I nodded and reached inside my overcoat and suit coat and adjusted the Kimber 1911 Model Ultra series .45 caliber semi-automatic riding in its holster underneath my left armpit.
“Looks like no one’s home. That doesn’t feel right for a guy who’s about to go off and get married.” My partner grunted, unbuttoning his sport coat and pulling out the department issued 9 mm Glock. “Think we ought to call for backup?”
“For a rabbi? How many homicidal rabbis have we collared lately?”
“Well,” Frank began, his voice deepening and taking on the tone of someone who’d sniffed too much glue in their youth, “there’s always a first time.”
“Not tonight, brother,” I answered, grinning, as I rolled out of the car and stood up.
Still, I had to admit it. It didn’t look right. Not that anything caught my eye as being out of place or odd. We knew the rabbi was going to hop a plane and fly to Arizona and get married. He could have taken an earlier flight for all we knew. But the rabbi’s car was still in the garage and no cabby had come by to pick up a ride. Walking side by side up the snow covered side walk to the front door, neither of us felt at ease.
Something was out of place. Suspiciously odd.
Frank lifted a big ham for a hand up and pressed the door bell button. Inside we heard it chiming. Followed by silence. Ringing the bell again he kept leaning on the button for a long time. Again – only silence for an answer.
Next came his giant fist up and pounding on the door. Pounding with enough force to wake up the neighbors. He started to do it a second time but I shook my head no and pulled out the .45 from its shoulder holster. Frank followed suit with his Glock as I reached for the door knob and gave it a twist.
Somehow I wasn’t surprised as the door opened without resistance.
We stepped into the darkness of the living room fast and split into two opposite directions the moment we cleared the door. Each of us hugging an opposing wall we quickly searched the empty house. In the kitchen we found a bowl of half-eaten Pop Tarts and a half gallon of stale milk sitting on a small breakfast bar. I put a finger to my lips to warn Frank and then pointed to the stool.
Blood. Unmistakable.
In a bathroom Frank silently motioned me to come over and take a look.
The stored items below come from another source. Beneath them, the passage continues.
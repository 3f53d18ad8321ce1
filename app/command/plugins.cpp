// bathwright plugins list | show ID | allow FILE | forget WHICH: which bath types there are, what one says
// about itself, and whether one that did not come with the program may run.
#include <unistd.h>
#include <CLI/CLI.hpp>

#include <bathwright/sheets/cautions.hpp>
#include <bathwright/sheets/names.hpp>
#include <bathwright/sheets/table.hpp>
#include <cstdio>
#include <iostream>

#include "context.hpp"
#include "plugins_check.hpp"
#include "work/allowed_plugins.hpp"
#include "work/shop.hpp"

namespace bathwright::command {
namespace {

constexpr std::size_t shown_digits = 12;  ///< of a hash in the table; --json has all

int list(const Context& context) {
  const auto types = known_bath_types(context);
  if (context.json) {
    Json doc = document({});
    doc["plugins"] = Json::array();
    for (const auto& listed : types.list())
      doc["plugins"].push_back({{"id", listed.id},
                                {"version", listed.version},
                                {"state", plugin_host::name(listed.state)},
                                {"file", listed.path.string()},
                                {"sha256", listed.sha256},
                                {"reason", listed.problems.empty() ? "" : text(listed.problems)},
                                {"notes", listed.notes}});
    print(doc);
    return Exit::all_well;
  }
  sheets::Lines lines;
  sheets::Table table({{"bath type"}, {"version"}, {"state"}, {"SHA-256"}, {"kind"}});
  for (const auto& listed : types.list())
    table.add({listed.id.empty() ? listed.path.filename().string() : listed.id, listed.version,
               std::string(plugin_host::name(listed.state)), listed.sha256.substr(0, shown_digits),
               listed.path.extension() == ".so"     ? "compiled"
               : listed.path.extension() == ".toml" ? "TOML"
                                                    : ""});
  if (table.empty())
    sheets::say(lines, "No bath type found. Name a folder with --plugins.");
  else
    sheets::append(lines, table.lines());
  std::filesystem::path folder;
  for (const auto& listed : types.list())
    if (const auto in = listed.path.parent_path(); in != folder)
      sheets::say(lines, "In " + (folder = in).string(), 2);
  for (const auto& listed : types.list()) {
    for (const Problem& problem : listed.problems) sheets::say(lines, problem.text(), 2);
    for (const std::string& note : listed.notes)
      sheets::say(lines, listed.path.filename().string() + ": " + note, 2);
  }
  print(lines);
  return Exit::all_well;
}

// ---- allow, forget

sheets::Lines page_of(const std::filesystem::path& file, const plugin_host::Examined& examined) {
  sheets::Lines lines;
  sheets::Table table({{"file"}, {file.string()}});
  table.add({"SHA-256", examined.sha256});
  for (const auto& type : examined.report.types) {
    table.add({"bath type", type.id + " " + type.version + ", " + type.name});
    table.add({"author", type.author});
    table.add({"licence", type.licence});
  }
  sheets::append(lines, table.lines());
  return lines;
}

/// Whether the person at the terminal types yes.
bool says_yes() {
  std::printf("Allow it? Type yes: ");
  std::fflush(stdout);
  std::string answer;
  return std::getline(std::cin, answer) && answer == "yes";
}

int allow(const Context& context, const std::string& name, bool yes) {
  const std::filesystem::path file = std::filesystem::absolute(name);
  const auto examined = examine_plugin(context, file);
  if (!examined) return fail(context, examined.problems());
  if (!context.json) print(page_of(file, *examined));
  if (Problems problems = examined->report.problems(); !problems.empty()) return fail(context, problems);
  if (!examined->built_in) {
    if (!context.json) {
      sheets::Lines lines;
      sheets::say(lines, what_allowing_means);
      print(lines);
    }
    if (!yes && (context.json || ::isatty(STDIN_FILENO) == 0))
      return fail(context,
                  {{Fault::refused, file.string(), "nobody is here to say yes", "a terminal, or --yes", ""}});
    if (!yes && !says_yes())
      return fail(context, {{Fault::refused, file.string(), "is not allowed", "", ""}});
  }
  if (Outcome allowed = allow_plugin(context, file, *examined); !allowed)
    return fail(context, allowed.problems());
  if (context.json) {
    Json doc = document({});
    doc["allowed"] = {
        {"file", file.string()}, {"sha256", examined->sha256}, {"built_in", examined->built_in}};
    print(doc);
  } else {
    print(sheets::Lines{examined->built_in ? "It was built with this program and is allowed." : "Allowed."});
  }
  return Exit::all_well;
}

int forget(const Context& context, const std::string& which) {
  const auto forgotten = forget_plugin(context, which);
  if (!forgotten) return fail(context, forgotten.problems());
  if (context.json) {
    Json doc = document({});
    doc["forgotten"] = Json::array();
    for (const auto& one : *forgotten)
      doc["forgotten"].push_back({{"id", one.id}, {"file", one.file}, {"sha256", one.sha256}});
    print(doc);
  } else {
    for (const auto& one : *forgotten) print(sheets::Lines{"No longer allowed: " + one.id + ", " + one.file});
  }
  return Exit::all_well;
}

// ---- show

std::string window_text(const bath::Window& w) {
  const auto end = [](double limit) { return sheets::figure(limit); };
  std::string text = end(w.low) + " to " + end(w.high);
  if (end(w.low).empty() || end(w.high).empty())
    text = end(w.low).empty() ? "up to " + end(w.high) : "from " + end(w.low);
  return text;
}

sheets::Lines page_of(const bath::BathType& type) {
  sheets::Lines lines;
  sheets::title(lines, type.name, type.id + " " + type.version);
  sheets::say(lines, sheets::deferral);
  sheets::say(lines, type.summary);
  sheets::say(lines, "Valid: " + type.validity);
  sheets::say(lines, "By " + type.author + ", licence " + type.licence);
  sheets::heading(lines, "Quantities");
  sheets::Table quantities({{"quantity"}, {"name"}, {"usual window"}, {"source"}});
  for (const auto& quantity : type.quantities) {
    std::string window, source;
    for (const auto& w : type.windows)
      if (w.subject == quantity.id) window = window_text(w), source = w.source;
    quantities.add(
        {sheets::pretty(quantity.id), quantity.label, window.empty() ? "" : window + " g/L", source});
  }
  sheets::append(lines, quantities.lines());
  sheets::heading(lines, "Solids watched");
  for (const auto& solid : type.solids)
    sheets::say(lines, "  " + sheets::pretty(solid.name) + ": " + solid.sign_in_tank, 2);
  sheets::heading(lines, "Additions");
  for (const auto& rule : type.additions) sheets::say(lines, "  " + rule.supply + ": " + rule.how, 2);
  std::vector<std::string> cautions;
  for (const auto& caution : type.cautions) cautions.push_back(caution.text);
  sheets::append(lines, sheets::cautions(cautions));
  sheets::heading(lines, "Sources");
  for (const auto& source : type.sources) sheets::say(lines, "  " + source.key + ": " + source.citation, 2);
  return lines;
}

Json json_of(const bath::BathType& type) {
  Json doc = document({});
  doc["id"] = type.id;
  doc["name"] = type.name;
  doc["plugin_version"] = type.version;
  doc["author"] = type.author;
  doc["licence"] = type.licence;
  doc["summary"] = type.summary;
  doc["validity"] = type.validity;
  doc["components"] = Json::array();
  for (const auto& component : type.components) doc["components"].push_back(component.species);
  doc["quantities"] = Json::array();
  for (const auto& quantity : type.quantities)
    doc["quantities"].push_back({{"id", quantity.id},
                                 {"label", quantity.label},
                                 {"counts", quantity.counts},
                                 {"salt_view", quantity.salt_view}});
  doc["windows"] = Json::array();
  for (const auto& w : type.windows)
    doc["windows"].push_back({{"subject", w.subject},
                              {"low", w.low},
                              {"aim", w.aim},
                              {"high", w.high},
                              {"stop_low", w.stop_low},
                              {"stop_high", w.stop_high},
                              {"source", w.source}});
  doc["solids"] = Json::array();
  for (const auto& solid : type.solids)
    doc["solids"].push_back({{"name", solid.name}, {"sign", solid.sign_in_tank}});
  doc["cautions"] = Json::array();
  for (const auto& caution : type.cautions) doc["cautions"].push_back(caution.text);
  doc["sources"] = Json::array();
  for (const auto& source : type.sources)
    doc["sources"].push_back({{"key", source.key}, {"citation", source.citation}, {"terms", source.terms}});
  return doc;
}

int show(const Context& context, const std::string& id) {
  const auto types = known_bath_types(context);
  const bath::BathType* type = types.find(id);
  if (!type)
    return fail(context, {{Fault::bad_input, id, "is not a bath type at hand", "",
                           "See bathwright plugins list for what was found and refused."}});
  if (context.json)
    print(json_of(*type));
  else
    print(page_of(*type));
  return Exit::all_well;
}

}  // namespace

void add_plugins(CLI::App& program, Context& context, Action& action) {
  auto* verb =
      program.add_subcommand("plugins", "the bath types at hand")->require_subcommand(1)->fallthrough();
  verb->footer("Example: bathwright plugins show watts-nickel\n");
  auto* list_verb =
      verb->add_subcommand("list", "what was found, and what was refused and why")->fallthrough();
  list_verb->callback([&] { action = [&context] { return list(context); }; });
  auto* show_verb = verb->add_subcommand("show", "what a bath type says about itself")->fallthrough();
  auto id = std::make_shared<std::string>();
  show_verb->add_option("ID", *id, "as in the list")->required();
  show_verb->callback([&context, &action, id] { action = [&context, id] { return show(context, *id); }; });
  add_plugins_check(*verb, context, action);
  auto* allow_verb =
      verb->add_subcommand("allow", "let a bath type run that did not come with the program")->fallthrough();
  auto file = std::make_shared<std::string>();
  auto yes = std::make_shared<bool>(false);
  allow_verb->add_option("FILE", *file, "the plugin, .bathtype.so")->required();
  allow_verb->add_flag("--yes", *yes, "do not ask");
  allow_verb->callback([&context, &action, file, yes] {
    action = [&context, file, yes] { return allow(context, *file, *yes); };
  });
  auto* forget_verb = verb->add_subcommand("forget", "let it run no more")->fallthrough();
  auto which = std::make_shared<std::string>();
  forget_verb->add_option("WHICH", *which, "its file, id or SHA-256")->required();
  forget_verb->callback(
      [&context, &action, which] { action = [&context, which] { return forget(context, *which); }; });
}

}  // namespace bathwright::command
In the bathroom sink was a dried towel coated in the dark coloration of dried blood. Lots of blood. In the master bedroom we found a pile of discarded clothes and a heavy parka. The parka had a hole in it the size of a penny. Its inside lining was coated in blood. As was the discarded shirt. But there were no bodies.
“Our killer came here,” Frank grunted, holstering his 9mm. “Why?”
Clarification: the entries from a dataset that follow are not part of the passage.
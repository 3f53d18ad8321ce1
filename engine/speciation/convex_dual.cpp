#include "convex_dual.hpp"

#include <algorithm>
#include <cmath>
#include <numbers>
#include <vector>

#include "active_set.hpp"

namespace bathwright::speciation {
namespace {

constexpr double largest_ln_molality = 30;  // keeps sums finite wherever a trial step lands

Vector amounts(const Workspace& w) {
  return w.water_kg * w.ln_molality().array().min(largest_ln_molality).exp().matrix();
}

/// The directions x may move in without leaving the active conditions, and the rows that were given up for
/// them.
struct NullSpace {
  Matrix Z;                   ///< components x free directions
  std::vector<Index> pivots;  ///< per active phase, the row it limits
  std::vector<std::size_t> active;
  bool independent = true;
};

NullSpace null_space(const Workspace& w) {
  NullSpace space;
  for (std::size_t k = 0; k < w.phases.size(); ++k)
    if (w.phases[k].active) space.active.push_back(k);
  const auto rows = static_cast<Index>(space.active.size());
  const Index n = w.components();
  Matrix E(rows, n);
  for (Index r = 0; r < rows; ++r)
    E.row(r) = w.phases[space.active[static_cast<std::size_t>(r)]].condition.transpose();
  std::vector<bool> taken(static_cast<std::size_t>(n), false);
  for (Index r = 0; r < rows; ++r) {
    // The phase takes the place of the component it would use up first.
    Index pivot = -1;
    double least = 0;
    for (Index i = 0; i < n; ++i) {
      if (taken[static_cast<std::size_t>(i)] || std::abs(E(r, i)) < 1e-9) continue;
      const double lasts = std::abs(w.total(i) / E(r, i));
      if (pivot < 0 || lasts < least) pivot = i, least = lasts;
    }
    if (pivot < 0) {
      space.independent = false;
      return space;
    }
    taken[static_cast<std::size_t>(pivot)] = true;
    space.pivots.push_back(pivot);
    E.row(r) /= E(r, pivot);
    for (Index other = 0; other < rows; ++other)
      if (other != r && E(other, pivot) != 0) E.row(other) -= E(other, pivot) * E.row(r);
  }
  space.Z = Matrix::Zero(n, n - rows);
  Index column = 0;
  for (Index i = 0; i < n; ++i) {
    if (taken[static_cast<std::size_t>(i)]) continue;
    space.Z(i, column) = 1;
    for (Index r = 0; r < rows; ++r) space.Z(space.pivots[static_cast<std::size_t>(r)], column) = -E(r, i);
    ++column;
  }
  return space;
}

/// Moves x onto the active conditions, changing only the pivot components.
void meet_conditions(Workspace& w, const NullSpace& space) {
  const auto rows = static_cast<Index>(space.active.size());
  if (rows == 0) return;
  Matrix E(rows, rows);
  Vector gap(rows);
  for (Index r = 0; r < rows; ++r) {
    const Phase& phase = w.phases[space.active[static_cast<std::size_t>(r)]];
    gap(r) = phase.ln_K - phase.water * w.ln_aw - phase.condition.dot(w.x);
    for (Index c = 0; c < rows; ++c) E(r, c) = phase.condition(space.pivots[static_cast<std::size_t>(c)]);
  }
  const Vector step = E.partialPivLu().solve(gap);
  for (Index c = 0; c < rows; ++c) w.x(space.pivots[static_cast<std::size_t>(c)]) += step(c);
}

/// What the totals are worth with the counter-ion that came along with a held pH.
Vector effective_total(const Workspace& w) {
  Vector total = w.total;
  for (const Phase& phase : w.phases)
    if (phase.kind == Phase::Kind::ph) total += -phase.mol * (phase.supply - phase.condition);
  return total;
}

/// Multipliers: the amounts of the active phases that close the balances of their pivot rows.
void set_phase_amounts(Workspace& w, const NullSpace& space, const Vector& open_balance) {
  const auto rows = static_cast<Index>(space.active.size());
  if (rows == 0) return;
  Matrix S(rows, rows);
  Vector open(rows);
  for (Index r = 0; r < rows; ++r) {
    open(r) = open_balance(space.pivots[static_cast<std::size_t>(r)]);
    for (Index c = 0; c < rows; ++c)
      S(r, c) = w.phases[space.active[static_cast<std::size_t>(c)]].condition(
          space.pivots[static_cast<std::size_t>(r)]);
  }
  const Vector mol = S.partialPivLu().solve(open);
  for (Index c = 0; c < rows; ++c) w.phases[space.active[static_cast<std::size_t>(c)]].mol = mol(c);
}

/// Newton on the convex function within the active conditions; true once every free balance is within
/// tolerance.
bool newton(Workspace& w, const NullSpace& space, double tolerance, int& iterations) {
  constexpr int most = 200;
  constexpr double longest_step = 4;
  const Vector total = effective_total(w);
  const Vector target = space.Z.transpose() * total;
  const Vector scale_total = space.Z.cwiseAbs().transpose() * total.cwiseAbs();
  Vector n = amounts(w);
  double value = n.sum() - total.dot(w.x);
  for (int step = 0; step < most; ++step) {
    ++iterations;
    const Matrix R = space.Z.transpose() * w.A;  // free directions x species
    const Vector gradient = R * n - target;
    const Matrix H = R * n.asDiagonal() * R.transpose();
    const Vector throughput = R.cwiseAbs() * n;
    bool met = true;
    for (Index i = 0; i < gradient.size(); ++i)
      met = met && std::abs(gradient(i)) <=
                       tolerance * std::max(scale_total(i) > 0 ? scale_total(i) : throughput(i), 1e-300);
    if (met) return true;
    // Unit diagonal before the factorisation: totals may differ by ten decades.
    const Vector d = (H.diagonal().array() + 1e-290).sqrt().inverse().matrix();
    Matrix scaled = d.asDiagonal() * H * d.asDiagonal();
    scaled.diagonal().array() += 1e-14;
    const Eigen::LLT<Matrix> factor(scaled);
    if (factor.info() != Eigen::Success) return false;
    Vector y = -(d.asDiagonal() * factor.solve(Vector(d.asDiagonal() * gradient)));
    Vector move = space.Z * y;
    const double longest = move.cwiseAbs().maxCoeff();
    if (!std::isfinite(longest)) return false;
    double fraction = longest > longest_step ? longest_step / longest : 1;
    const double slope = gradient.dot(y);
    const Vector start = w.x;
    bool accepted = false;
    for (int halving = 0; halving < 40 && !accepted; ++halving, fraction /= 2) {
      w.x = start + fraction * move;
      n = amounts(w);
      const double trial = n.sum() - total.dot(w.x);
      // Near the minimum the decrease drowns in rounding: a step that does not raise the value noticeably is
      // fine.
      if (trial <= value + 1e-4 * fraction * slope + 1e-14 * std::abs(value)) {
        value = trial;
        accepted = true;
      }
    }
    if (!accepted) return false;
  }
  return false;
}

}  // namespace

bool solve_convex(Workspace& w, double tolerance, int& iterations) {
  constexpr double saturated = 1e-7;
  const int most_changes = 20 + 4 * static_cast<int>(w.phases.size());
  for (int change = 0; change < most_changes; ++change) {
    const NullSpace space = null_space(w);
    if (!space.independent) return false;
    meet_conditions(w, space);
    if (!newton(w, space, tolerance, iterations)) return false;
    set_phase_amounts(w, space, effective_total(w) - w.A * amounts(w));

    bool changed = false;
    for (Phase& phase : w.phases)
      if (phase.kind == Phase::Kind::precipitate && phase.active && phase.mol < 0) {
        phase.active = false;
        phase.mol = 0;
        changed = true;
        if (change > most_changes / 3) break;  // one at a time once dropping all has not settled it
      }
    if (changed) continue;
    std::size_t worst = w.phases.size();
    double largest = saturated;
    for (std::size_t k = 0; k < w.phases.size(); ++k)
      if (!w.phases[k].active) {
        const double above = ln_saturation(w, w.phases[k]);
        if (above > largest) worst = k, largest = above;
      }
    if (worst == w.phases.size()) return true;
    if (!let_in(w, worst, WaterActivity::fixed)) return false;
  }
  return false;
}

void cold_start(Workspace& w) {
  const Index n = w.components();
  constexpr double trace = 1e-9;
  const Vector total = effective_total(w);
  Vector wanted(n);  // mol of each component to aim for
  for (Index i = 0; i < n; ++i) wanted(i) = total(i) > 0 ? total(i) : trace;
  // What comes only from a phase in excess or a held gas starts where that phase is saturated, in equal
  // activities.
  constexpr double neutral = -7 * std::numbers::ln10;
  for (const Phase& phase : w.phases) {
    if (phase.kind != Phase::Kind::excess && phase.kind != Phase::Kind::gas) continue;
    double ln_rest = phase.ln_K, share = 0;
    for (Index i = 0; i < n; ++i) {
      if (i == w.proton || total(i) > 0)
        ln_rest -= phase.condition(i) * (i == w.proton ? neutral : std::log(total(i) / w.water_kg));
      else
        share += phase.condition(i);
    }
    for (Index i = 0; i < n; ++i)
      if (share > 0 && phase.condition(i) > 0 && i != w.proton && !(total(i) > 0))
        wanted(i) = w.water_kg * std::exp(std::clamp(ln_rest / share, -60.0, 2.0));
  }
  w.x = (wanted / w.water_kg).array().log().matrix();

  // Scales every basis species but H^+ to its total, one after the other; each step is a Newton step in the
  // logarithm.
  const auto scale = [&](double x_proton, int sweeps) {
    w.x(w.proton) = x_proton;
    Vector amount = amounts(w);
    for (int sweep = 0; sweep < sweeps; ++sweep)
      for (Index i = 0; i < n; ++i) {
        if (i == w.proton) continue;
        double sum = 0, weighted = 0;
        for (Index j = 0; j < w.count(); ++j)
          if (w.A(i, j) > 0) {
            sum += w.A(i, j) * amount(j);
            weighted += w.A(i, j) * w.A(i, j) * amount(j);
          }
        const double step = std::log(wanted(i) / sum) * sum / weighted;
        w.x(i) += step;
        // Only the species that hold it move; most hold it once.
        const double once = std::exp(step);
        for (Index j = 0; j < w.count(); ++j)
          if (w.A(i, j) != 0) amount(j) *= w.A(i, j) == 1 ? once : std::exp(w.A(i, j) * step);
      }
    return w.A.row(w.proton).dot(amount) - w.total(w.proton);
  };
  for (Phase& phase : w.phases) {
    if (phase.kind != Phase::Kind::ph) continue;
    // The acid that holds the pH brings its counter-ion: a few rounds settle how much.
    constexpr int rounds = 4;
    for (int round = 0; round < rounds; ++round) {
      phase.mol = -scale(phase.ln_K, 4);
      for (Index i = 0; i < n; ++i)
        if (i != w.proton && phase.supply(i) != 0)
          wanted(i) = std::max(w.total(i) - phase.mol * phase.supply(i), trace);
    }
    return;
  }
  double low = -20 * std::numbers::ln10, high = 3 * std::numbers::ln10;  // pH 20 to -3
  const Vector start = w.x;
  for (int halving = 0; halving < 8; ++halving) {  // to a tenth of a pH unit
    const double middle = (low + high) / 2;
    w.x = start;
    (scale(middle, 4) > 0 ? high : low) = middle;
  }
  scale(low, 4);
}

}  // namespace bathwright::speciation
“Good question,” I nodded, rising from my kneeling position after checking out the clothing. “And where is our Rabbi Polanski?”
“I’ll call the crime lab and get someone over here. And some uniforms as well. We’ll need to talk to the neighbors.”
I nodded silently and stared at the pile of clothes at my feet.
A mystery. A conundrum. A homicide which was stacking up to be the not-run-of-the-mill variety. Okay.